Question

I am wondering if there is a program which can do simple operations over noncommutative rings, like expand products and substitute one expression for another.

To clarify, consider the following situation. I have two reductions $ab\mapsto 1$ and $ca\mapsto c-1$. If I consider the monomial $cab$ I can reduce it in two ways: $cab=c(ab)=c$ or $cab=(ca)b=(c-1)b=cb-b$. I can combine these computations to arrive at a third reduction $cb\mapsto b+c$.

I'm in a situation where I have upwards of twelve reduction rules, and it gets very complicated doing the reductions. I find myself making small errors. Thus, the need for a machine to do these computations for me.

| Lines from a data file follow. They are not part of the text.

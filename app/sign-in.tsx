import { useLocalSearchParams } from 'expo-router';
import { SignIn } from '@/components/frame/SignIn';

export default function SignInScreen() {
  const { to, problem } = useLocalSearchParams<{ to?: string; problem?: string }>();
  return <SignIn to={to} problem={problem} />;
}
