import { randomUUID } from 'node:crypto';
import { Server, type ServerOptions } from '@tus/server';
import type { Request, Response, RequestHandler } from 'express';
import { isProblem, Problem } from '@/shared/contract/problem';
import { contextOf } from '../auth/requests';
import type { Parts } from '../services/context';
import { CheckedStore } from '../services/uploadStore';
import * as uploads from '../services/uploads';
import { PROBLEM_TYPE, toProblem, unforeseen } from './problems';

export const UPLOADS_PATH = '/api/v1/uploads';

type WebRequest = Parameters<NonNullable<ServerOptions['onUploadFinish']>>[0];
const expressRequest = (req: WebRequest): Request =>
  (req as unknown as { runtime: { node: { req: Request } } }).runtime.node.req;

/** Resumable uploads by tus 1.0, in front of any body parser. */
export function uploadHandler(parts: Parts): RequestHandler {
  const tus = new Server({
    path: UPLOADS_PATH,
    relativeLocation: true,
    datastore: new CheckedStore(parts),
    maxSize: parts.config.maxUploadBytes,
    namingFunction: () => randomUUID(),
    async onIncomingRequest(req, id) {
      const ctx = contextOf(expressRequest(req));
      if (req.method !== 'POST' && req.method !== 'OPTIONS') await uploads.myUpload(ctx, id);
    },
    async onUploadCreate(req, upload) {
      const { regionId, filename } = upload.metadata ?? {};
      await uploads.beginUpload(contextOf(expressRequest(req)), {
        id: upload.id,
        regionId,
        fileName: filename,
        size: upload.size,
      });
      return {};
    },
    async onUploadFinish(_req, upload) {
      return { headers: { 'Cube-Id': await uploads.finishUpload(parts, upload.id) } };
    },
    onResponseError: (req, error) => shape(expressRequest(req), error),
  });
  return async (req, res) => {
    labelProblems(res);
    endWithCallback(res);
    await tus.handle(req, res);
    // also where the bytes were never there: a server killed while an upload began leaves its record alone
    if (req.method === 'DELETE' && [204, 404].includes(res.statusCode))
      await uploads.cancelUpload(contextOf(req), String(req.path.split('/').pop()));
  };
}

/** The protocol's own refusals and ours, in one form. */
function shape(req: Request, error: unknown): { status_code: number; body: string } {
  const problem = isProblem(error) ? error : (fromProtocol(error) ?? toProblem(error) ?? report(req, error));
  const body = problem.toJSON();
  const { status_code } = error as { status_code?: number };
  // where the protocol names a status its clients act on it: 409 look again, 412 other version, 460 checksum
  const status = problem.type === 'upload-protocol' && status_code ? status_code : problem.status;
  return { status_code: status, body: JSON.stringify({ ...body, status }) };
}

function fromProtocol(error: unknown): Problem | undefined {
  const { status_code, body } = error as { status_code?: number; body?: string };
  if (typeof status_code !== 'number' || status_code >= 500) return undefined;
  if (status_code === 413)
    return new Problem(
      'too-large',
      'Cut the cube to the channels and the sky that you need, or ask whoever runs this server.',
    );
  if (status_code === 404 || status_code === 410)
    return new Problem('not-found', 'There is no such upload any more. Begin it again.');
  return new Problem('upload-protocol', `The upload protocol refused: ${(body ?? '').trim()}.`);
}

function report(req: Request, error: unknown): Problem {
  req.log.error({ error }, 'an upload failed');
  return unforeseen(String(req.id));
}

/** The library answers errors as plain text; ours are problem+json, whoever writes the head. */
function labelProblems(res: Response) {
  const writeHead = res.writeHead.bind(res) as (...args: unknown[]) => Response;
  res.writeHead = ((status: number, ...rest: unknown[]) => {
    const headers = rest.find((r) => Array.isArray(r)) as string[] | undefined;
    if (status >= 400 && headers) {
      const at = headers.findIndex((h, i) => i % 2 === 0 && h.toLowerCase() === 'content-type');
      if (at >= 0) headers[at + 1] = PROBLEM_TYPE;
      else headers.push('content-type', PROBLEM_TYPE);
    }
    return writeHead(status, ...rest);
  }) as typeof res.writeHead;
}

/** The library ends an answer with a callback alone, which express-session takes for a body. */
function endWithCallback(res: Response) {
  const end = res.end.bind(res) as (...args: unknown[]) => Response;
  res.end = ((...args: unknown[]) => {
    if (typeof args[0] !== 'function') return end(...args);
    res.once('finish', args[0] as () => void);
    return end();
  }) as typeof res.end;
}
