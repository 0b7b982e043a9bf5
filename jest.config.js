// Four projects: node (server, workers, shared), e2e (browser), ui (native render), web (DOM render).
const moduleNameMapper = { '^@/(.*)$': '<rootDir>/$1' };
const esm = ['@tus', 'srvx', 'ml-levenberg-marquardt', 'is-any-array']; // ESM-only, so babel makes them CommonJS
const node = {
  testEnvironment: 'node',
  moduleNameMapper,
  transform: { '\\.[cm]?[jt]sx?$': ['babel-jest', { configFile: false, presets: ['babel-preset-expo'] }] },
  transformIgnorePatterns: [`/node_modules/(?!(${esm.join('|')})/)`],
  globalSetup: '<rootDir>/tests/setup.ts',
  globalTeardown: '<rootDir>/tests/teardown.ts',
};
module.exports = {
  testTimeout: 20000,
  projects: [
    {
      ...node,
      displayName: 'node',
      testMatch: ['<rootDir>/{server,workers,shared,scripts,tests/api}/**/*.test.ts'],
    },
    { ...node, displayName: 'e2e', testMatch: ['<rootDir>/tests/e2e/**/*.test.ts'] },
    {
      preset: 'jest-expo/ios',
      displayName: 'ui',
      moduleNameMapper,
      testMatch: ['<rootDir>/{components,hooks}/**/*.test.tsx'],
      testPathIgnorePatterns: ['/node_modules/', '\\.web\\.test\\.tsx$'],
    },
    {
      preset: 'jest-expo/web',
      displayName: 'web',
      moduleNameMapper,
      testMatch: ['<rootDir>/{components,hooks}/**/*.web.test.tsx'],
    },
  ],
};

To make this more precise, is there a program where I can first input a number of reductions, and then second have it work on a monomial and spit out a reduced form?

Answer 1

You may be satisfied by some noncommutative Gröbner basis programs: I know of the standalone Bergman and the GAP package GBNP.

Answer 2

There is this non-commutative algebra package for Mathematica that is quite extensive

• http://www.math.ucsd.edu/~ncalg/

It can handle the symbolic computations in the question, among many other things.

Answer 3

Magma can certainly deal with that. Not sure about other packages; Singular has been approaching a non-commutative extension for years, but I'm not sure of its status.

Answer 4

You can do quick computations with http://servus.math.su.se/bergman/demo.html

(The page deals with homogeneous relations, but you can add a new variable $t$, homogenise the relations you want using it, and the add relations saying that $t$ commutes with $a$, $b$ and $c$. Doing this with your relations gives what seems to be infinitely many elements in the (lexicographic) Groebner basis)

Answer 5

You could try SAGE. They have an online version (free) where everything is in python and you can run programs from the cloud. The downloadable version has a bit more functionality but is harder to use.